TÜRKLERİN Milli Çiçeği ; Lale

Yazımızın sebebi olan Lale’nin hikayesine şöyle kısaca bir göz atalım ve lale hakkında genel bilgileri sıralayalım;

Lale (Tulipa), Liliaceae (Zambakgiller) familyasından Tulipa cinsini oluşturan güzel çiçekleri ile süs bitkisi olarak yetiştirilen, soğanlı, çok yıllık otsu bir bitkidir. Anadolu’nun dağlık bölgelerinde, Kafkasya, Kırgızistan ve Himalayalar’ın 4000 metreye kadar olan yüksekliklerinde doğal olarak yetişebilir. Yazın kuru ve sıcak, kışın soğuk ve nemli geçen bölgelerde doğal olarak yaşayabilir. Doğal laleler melezlenerek çok çeşitli laleler elde edilmiştir. Günümüzde 5544 çeşit lale türü olduğu bilinmektedir.

İstanbul laleleri ve Osmanlı laleleri de ayrı bir tür olarak literatür de yer alır.  Osmanlı’nın son dönemlerinde lüks, şatafat ve zevk dönemi olarak anılan bir zaman dilimine “Lale Devri” denilmesine dahi sebep olmuştur.

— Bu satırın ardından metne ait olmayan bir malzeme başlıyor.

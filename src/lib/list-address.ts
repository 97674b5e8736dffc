import { useSearchParams } from 'react-router-dom';
import type { z } from 'zod';

type ListContract<Shape extends z.core.$ZodShape> = { query?: z.ZodObject<Shape, z.core.$strict> };

/**
 * What a list shows, read from the address. What is not understood there counts as not said, so that an old or
 * mistyped address still shows the list.
 */
export function readListQuery<Shape extends z.core.$ZodShape>(
  { query }: ListContract<Shape>,
  search: URLSearchParams,
): z.output<z.ZodObject<Shape, z.core.$strict>> {
  if (query === undefined) throw new Error('this contract takes no query');
  const understood = Object.entries(query.shape).flatMap(([key, schema]) => {
    const said = search.get(key);
    return said !== null && (schema as z.ZodType).safeParse(said).success ? [[key, said]] : [];
  });
  return query.parse(Object.fromEntries(understood));
}

type Change = Readonly<Record<string, string | number>>;

/** Changes what a list shows by its address: another search or filter begins at page 1; the rest stays as it is. */
export function useListAddress(): (change: Change) => void {
  const [, setSearch] = useSearchParams();
  return (change) =>
    setSearch((before) => {
      const search = new URLSearchParams(before);
      if (!('page' in change)) search.delete('page');
      for (const [key, value] of Object.entries(change)) {
        if (value === '') search.delete(key);
        else search.set(key, String(value));
      }
      return search;
    });
}

/** The address of the last page, when the one asked for lies beyond it. */
export function lastPageAddress(url: URL, { page, pages }: { page: number; pages: number }): string | null {
  if (page <= Math.max(1, pages)) return null;
  const search = new URLSearchParams(url.search);
  search.set('page', String(Math.max(1, pages)));
  return `${url.pathname}?${search}`;
}
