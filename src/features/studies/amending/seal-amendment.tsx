import { zodResolver } from '@hookform/resolvers/zod';
import { useForm } from 'react-hook-form';
import { type AmendmentPreview, type StudyDraft, studiesApi } from '#shared/contracts/studies.ts';
import { formatCount } from '../../../lib/format.ts';
import { showProblem } from '../../../lib/show-problem.ts';
import { Button } from '../../../ui/button.tsx';
import { ChangeList } from '../../../ui/change-list.tsx';
import { Form } from '../../../ui/form.tsx';
import { Notice } from '../../../ui/notice.tsx';
import { TextAreaField } from '../../../ui/text-area-field.tsx';
import { useAmendStudy } from '../studies.queries.ts';

/** The contract has a body; its type alone leaves that open. The draft was checked in its own form. */
const reasonOnly = (studiesApi.amend.body as NonNullable<typeof studiesApi.amend.body>).pick({ reason: true });

type SealAmendmentProps = {
  organisationId: string;
  studyId: string;
  draft: StudyDraft;
  preview: AmendmentPreview;
  onBack: () => void;
  onSealed: () => void;
};

/** What the amendment changes and what follows from it; then the reason, and the seal. */
export function SealAmendment({ organisationId, studyId, draft, preview, onBack, onSealed }: SealAmendmentProps) {
  const amend = useAmendStudy(organisationId, studyId);
  const form = useForm({ resolver: zodResolver(reasonOnly), defaultValues: { reason: '' } });
  const { changes, amends } = preview;
  if (changes.length === 0)
    return (
      <div className="flex max-w-3xl flex-col items-start gap-5">
        <Notice title="Nothing differs.">This is the sealed protocol as it is. Change something first.</Notice>
        <Button onClick={onBack}>Back to the form</Button>
      </div>
    );
  return (
    <Form
      form={form}
      className="max-w-3xl"
      aria-label="Amendment"
      onSubmit={async ({ reason }) => {
        try {
          await amend.mutateAsync({ draft, reason, amends });
          onSealed();
        } catch (problem) {
          showProblem(form, problem);
        }
      }}
      actions={
        <div className="flex flex-wrap gap-3">
          <Button type="submit" variant="primary" busy={form.formState.isSubmitting} busyLabel="Sealing">
            Seal version {amends + 1} for good
          </Button>
          <Button onClick={onBack}>Back to the form</Button>
        </div>
      }
    >
      <section aria-labelledby="changes" className="flex flex-col gap-3">
        <h2 id="changes" className="text-xl">
          What version {amends + 1} changes
        </h2>
        <ChangeList label="Changes" changes={changes} />
      </section>
      <section aria-labelledby="follows" className="flex flex-col gap-3">
        <h2 id="follows" className="text-xl">
          What follows
        </h2>
        <ul className="flex list-disc flex-col gap-1 pl-6">
          {followsFrom(preview).map((words) => (
            <li key={words}>{words}</li>
          ))}
        </ul>
      </section>
      <TextAreaField
        {...form.register('reason')}
        label="Why the protocol is amended"
        rows={3}
        hint="It goes on the record and is published with it. Name no person."
      />
    </Form>
  );
}

const codesWords: Record<AmendmentPreview['codes'], string> = {
  none: 'No codes are drawn yet; they will be drawn for the new version.',
  kept: 'The blind codes stay in use: specimens and code holder are the same.',
  void: 'The blind codes are void: specimens or code holder are others. The code holder takes the old sleeves off and draws new codes; no session opens before.',
};

function followsFrom({ amends, codes, sessionsReplanned }: AmendmentPreview): string[] {
  return [
    `Version ${amends} is kept. Every version, its reason and its differences are published with the study.`,
    'The new digest goes on the record and, at once, into the public registry.',
    codesWords[codes],
    sessionsReplanned === 0
      ? 'No session is planned yet.'
      : `${formatCount(sessionsReplanned, 'planned session')} will go by the new version. Listeners who are invited are not told.`,
  ];
}
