import type { CableNames, Method } from '../methods/method.ts';
import { namesPlaces } from './contrasts.ts';
import type { CueLine } from './cue-audit-result.ts';
import { labelsOf } from './labels.ts';

const steps: { readonly [step: string]: string } = {
  mute: 'muting',
  unplug: 'unplugging',
  fit: 'fitting',
  scan: 'scanning',
  check: 'checking',
  settle: 'settling',
};

/** A cue as a sentence has it: "fitting", "the pause before the trial". */
export function cueName(cue: string, method: Method): string {
  if (cue.startsWith('step/')) {
    const step = cue.slice('step/'.length);
    return steps[step] ?? `the step “${step}”`;
  }
  const names: { readonly [cue: string]: string } = {
    ready: 'the change up to its last step',
    change: 'the change up to the start of listening',
    listening: 'listening',
    before: `the changes before ${method.presentations.at(-1)}`,
    gap: 'the pause before the trial',
    answering: 'answering',
    position: 'the place in the session',
    previous: 'what was drawn in the trial before',
    alternation: 'the listener’s own answer before',
  };
  return names[cue] ?? cue;
}

export const capital = (words: string) => `${words.charAt(0).toUpperCase()}${words.slice(1)}`;

/** The two sides of what a line contrasts, the one with positive weights first. */
export function sidesOf(
  line: Pick<CueLine, 'cue' | 'question' | 'contrast' | 'label'>,
  method: Method,
  cables: CableNames,
) {
  const { contrast, label, question } = line;
  if (contrast === 'cable') return [`when ${cables[0]} was fitted`, `when ${cables[1]} was fitted`] as const;
  if (contrast === 'changed')
    return ['when the cable was another one than before', 'when it was the same one'] as const;
  const labels = labelsOf(method);
  const [first, second] = [label ?? labels[0] ?? '', labels.find((one) => one !== (label ?? labels[0])) ?? ''];
  const isOfPresentation = label === null && namesPlaces(method);
  if (question === 'answers') {
    if (isOfPresentation) return ['for the one that was answered', 'for the others'] as const;
    const shortOf = (value: string) => method.options({}).find((option) => option.value === value)?.short ?? value;
    const others = labels.length === 2 ? `before “${shortOf(second)}”` : 'before other answers';
    return [`before “${shortOf(first)}”`, others] as const;
  }
  const named = method.trials.named(cables);
  if (isOfPresentation && named !== null) return [`for ${named}`, 'for the others'] as const;
  const others = labels.length === 2 ? `when ${method.trials.when(second, cables)}` : 'otherwise';
  return [`when ${method.trials.when(first, cables)}`, others] as const;
}

const seconds = (value: number) => `${Math.abs(value).toFixed(1)}\u00a0s`;
const perCourse = (value: number) => Number(value.toFixed(1)).toString();

/** What a cue that told something means for whoever was in the room. */
function meaning(cue: string): string {
  if (cue === 'answering') return 'It comes after the sound: it may be heard in it, or somebody may have waited.';
  if (cue === 'gap' || cue === 'before') return 'Only somebody who knew what would come could have made it so.';
  if (cue === 'position' || cue === 'previous') return 'The draw should hang on nothing of the kind.';
  if (cue === 'listening') return 'Anyone in the room could have noticed that.';
  return 'Anyone in the room could have heard that.';
}

function truthWords(line: CueLine, method: Method, cables: CableNames): string {
  const effect = Number(line.effect ?? 0);
  if (line.cue === 'previous')
    return `What was drawn came again ${effect} times where fair draws give ${perCourse(Number(line.expected))}.`;
  const [above, below] = sidesOf(line, method, cables);
  const [more, less] = effect >= 0 ? [above, below] : [below, above];
  if (line.cue === 'position')
    return `Trials came ${perCourse(Math.abs(effect))} places later ${more} than ${less}, on the average.`;
  return `${capital(cueName(line.cue, method))} took ${seconds(effect)} longer ${more} than ${less}, on the average.`;
}

function answerWords(line: CueLine, method: Method, cables: CableNames): string {
  const effect = Number(line.effect ?? 0);
  const further = 'further than with what was drawn';
  if (line.cue === 'alternation')
    return `${line.listener} changed the answer ${effect} times where the same answers in any order give ${perCourse(Number(line.expected))}: the answers went with the one before, ${further}.`;
  if (line.cue === 'previous')
    return `${effect} answers named what had been drawn in the trial before, where ${perCourse(Number(line.expected))} come by chance: as if somebody had learnt it.`;
  const [above, below] = sidesOf(line, method, cables);
  const [more, less] = effect >= 0 ? [above, below] : [below, above];
  if (line.cue === 'position')
    return `Answers went with the place in the session, ${further}: ${perCourse(Math.abs(effect))} places later ${more} than ${less}, on the average.`;
  return `Answers went with ${cueName(line.cue, method)}, ${further}: it took ${seconds(effect)} longer ${more} than ${less}, on the average.`;
}

/** What a line found, with its figure and what it means. */
export function foundWords(line: CueLine, method: Method, cables: CableNames): string {
  return line.question === 'truth'
    ? `${truthWords(line, method, cables)} ${meaning(line.cue)}`
    : answerWords(line, method, cables);
}
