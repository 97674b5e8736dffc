import fc from 'fast-check';
import { describe, expect, it } from 'vitest';
import { countTicks } from '../../src/ui/count-ticks.ts';

const single = (counts: readonly number[]) => counts.map((count) => ({ from: count, to: count }));

describe('the labels under a distribution of counts', () => {
  it('are the counts themselves, however few there are', () => {
    expect([...countTicks(single([2, 3, 4, 5]), 8)]).toEqual([2, 3, 4, 5].map((count) => [count, count]));
    expect([...countTicks(single([4]), 8)]).toEqual([[4, 4]]);
  });

  it('leave out what no bar holds', () => {
    expect([...countTicks(single([2, 4, 6]), 8)].map(([, tick]) => tick)).toEqual([2, 4, 6]);
  });

  it('are whole, lie in their bar and stay within the number asked for', () => {
    const gaps = fc.array(fc.integer({ min: 1, max: 9 }), { minLength: 1, maxLength: 90 });
    fc.assert(
      fc.property(fc.nat(300), gaps, fc.integer({ min: 1, max: 5 }), (start, steps, width) => {
        const counts = [start];
        for (const step of steps) counts.push((counts.at(-1) ?? 0) + step);
        const bars = counts.flatMap((from, index) =>
          index % width === 0 ? [{ from, to: counts[Math.min(index + width, counts.length) - 1] ?? from }] : [],
        );
        const ticks = countTicks(bars, 8);
        expect(ticks.size).toBeLessThanOrEqual(8);
        for (const [from, tick] of ticks) {
          expect(Number.isInteger(tick)).toBe(true);
          const bar = bars.find((candidate) => candidate.from === from);
          expect(bar !== undefined && bar.from <= tick && tick <= bar.to).toBe(true);
        }
      }),
    );
  });
});
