import type { Method } from '../methods/method.ts';
import type { Contrast } from './contrasts.ts';
import type { CueTrial } from './cue-trials.ts';
import type { Cue } from './cues.ts';
import { labelsOf } from './labels.ts';

/** For each trial, what a contrast makes of a cue for each truth, and for each label where answers could follow it. */
export type ScoreTable = {
  readonly contrast: Contrast;
  readonly byTruth: readonly (readonly number[])[];
  readonly byLabel: readonly (readonly number[])[] | null;
};

/** Twice the middle rank less the middle, within a session and a place, so that neither of them can stand for a cue. */
function centredRanks(values: readonly (number | null)[]): number[] {
  const known = values.filter((value) => value !== null);
  return values.map((value) => {
    if (value === null) return 0;
    const below = known.filter((other) => other < value).length;
    const alike = known.filter((other) => other === value).length;
    return 2 * below + alike - known.length;
  });
}

/** The centred rank of a cue at each of its places, trial by trial. */
export function ranksOf(cue: Cue, trials: readonly CueTrial[]): ReadonlyMap<number, readonly number[]> {
  const sessions = [...new Set(trials.map(({ session }) => session))];
  return new Map(
    cue.places.map((place) => {
      const ranks = new Array<number>(trials.length).fill(0);
      for (const session of sessions) {
        const own = [...trials.keys()].filter((index) => trials[index]?.session === session);
        const values = own.map((index) => {
          const trial = trials[index];
          return trial === undefined ? null : cue.valueAt(trial, place);
        });
        for (const [at, rank] of centredRanks(values).entries()) ranks[own[at] ?? 0] = rank;
      }
      return [place, ranks];
    }),
  );
}

const isSame = (a: ScoreTable, b: ScoreTable, sign: 1 | -1) =>
  a.byTruth.every((row, trial) => row.every((score, truth) => score === sign * (b.byTruth[trial]?.[truth] ?? 0)));

/** The tables of a cue. One that says the same as one before, or just the opposite, is left out: it asks nothing new. */
export function scoreTables(method: Method, cue: Cue, trials: readonly CueTrial[]): ScoreTable[] {
  const ranks = ranksOf(cue, trials);
  const labels = labelsOf(method);
  const sum = (weigh: (place: number) => number, index: number) =>
    cue.places.reduce((total, place) => total + weigh(place) * (ranks.get(place)?.[index] ?? 0), 0);
  const all = cue.contrasts.map((contrast): ScoreTable => {
    const { byTruth, byLabel } = contrast;
    return {
      contrast,
      byTruth: trials.map((trial, index) =>
        method.truths.map((truth) => sum((place) => byTruth(place, truth, trial), index)),
      ),
      byLabel:
        byLabel === null
          ? null
          : trials.map((_trial, index) => labels.map((label) => sum((place) => byLabel(place, label), index))),
    };
  });
  const telling = all.filter(({ byTruth }) => byTruth.some((row) => row.some((score) => score !== row[0])));
  return telling.filter(
    (table, at) => !telling.slice(0, at).some((one) => isSame(table, one, 1) || isSame(table, one, -1)),
  );
}
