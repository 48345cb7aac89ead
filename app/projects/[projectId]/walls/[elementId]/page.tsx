import type { Metadata } from "next";
import { notFound } from "next/navigation";
import { libraryFor } from "@/app/_server/constructionSheets";
import { openProjectPage } from "@/app/_server/projectPage";
import { elementAddress, signInAddress } from "@/components/addresses";
import { YardFrame } from "@/components/frame/YardFrame";
import { WallDesk } from "@/components/walls/WallDesk";

export const dynamic = "force-dynamic";
export const metadata: Metadata = { title: "Walls & openings" };

interface Props {
  params: Promise<{ projectId: string; elementId: string }>;
}

export default async function ElementPage({ params }: Props) {
  const { projectId, elementId } = await params;
  const { user, project, may, answer } = await openProjectPage(
    projectId,
    signInAddress(elementAddress(projectId, elementId)),
  );
  const element = answer.plan.elements.find(({ id }) => id === elementId);
  if (!element) notFound();
  const library = libraryFor(answer.plan, element);
  return (
    <YardFrame project={project} user={user} stage="walls" revision={answer.revision}>
      <WallDesk projectId={projectId} elementId={elementId} answer={answer} library={library} may={may} />
    </YardFrame>
  );
}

İstanbul Lalesi, form itibariyle alışılmış lale tiplerinden oldukça farklıdır. Hançeri sivri yapraklı, badem şeklinde çiçekleri olan İstanbul Lalesi'nin bir zamanlar 1588 çeşidi olduğu söylenirdi.

İstanbul’da Lalenin hikayesi ise şöyle özetlenebilir, Selçuklular, Anadolu'ya lalelerle birlikte yerleştiler. Bu topraklara lale soğanları ekmekle kalmayıp; camileri, mezar taşlarını, sanat eserlerini, sarayları lale motifleriyle süslemeye başladılar. 11. yüzyılda Anadolu'ya giren laleye 13. yüzyılda Mevlana'nın dizelerinde de rastlarız. Osmanlılar da laleyi çok sevdiler ve fethettikleri toprakları lalelerle süslediler.İstanbul'un fethinin ardından lale Avrupa topraklarına ayak bastı. Padişah kaftanları, saray eşyaları da lale motifleriyle bezendi. Fatih Sultan Mehmet, Kanuni Sultan Süleyman ve III. Ahmet "Lale" ye en düşkün padişahlardı.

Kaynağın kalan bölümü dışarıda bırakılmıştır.